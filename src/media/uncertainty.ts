/**
 * Model uncertainty of a mixture: how far Maxwell Garnett and Bruggeman disagree at a fill
 * fraction. Maxwell Garnett suits isolated inclusions at low fill, Bruggeman aggregates and high
 * fill; where they differ by more than the design tolerance the cell should be checked with a
 * full-wave unit-cell simulation (common practice).
 */
import { cAbs, cSub, type Complex } from "../core/complex.js";
import { maxwellGarnettAxis } from "./mixing/mgEllipsoid.js";
import { bruggemanAligned, bruggemanForward } from "./mixing/bruggeman.js";

const asComplex = (x: number | Complex): Complex => (typeof x === "number" ? { re: x, im: 0 } : x);

/**
 * Relative spread |ε_MG − ε_Br| / |ε_Br| at `fill` of inclusion in host, with the Maxwell Garnett
 * rule of the same dimension (spheres for 3, cylinders across the axis for 2; host as given) and
 * the symmetric Bruggeman rule; with `depolarization` N, both rules for aligned ellipsoids with that
 * factor along the field. 0 at f = 0 and f = 1 and for equal phases.
 * Example: mgBruggemanSpread(1, 4, 0.5, 3) → |2 − 2.1718| / 2.1718 ≈ 0.0791.
 */
export function mgBruggemanSpread(host: number | Complex, inclusion: number | Complex, fill: number, dimension: 2 | 3, depolarization?: number): number {
  const h = asComplex(host);
  const i = asComplex(inclusion);
  // aligned ellipsoids: both rules with the same depolarization factor along the field
  const N = depolarization ?? 1 / dimension;
  const mg = maxwellGarnettAxis(h, i, fill, N);
  const br = depolarization === undefined ? bruggemanForward(h, i, fill, dimension) : bruggemanAligned(h, i, fill, N);
  const scale = cAbs(br);
  return scale === 0 ? cAbs(cSub(mg, br)) : cAbs(cSub(mg, br)) / scale;
}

________________

### The problem
With the line that contains "const scale = cAbs(br);" as the start, output every line through the end of the entries exactly. Add no other lines.

### Answer section
  const scale = cAbs(br);
  return scale === 0 ? cAbs(cSub(mg, br)) : cAbs(cSub(mg, br)) / scale;
}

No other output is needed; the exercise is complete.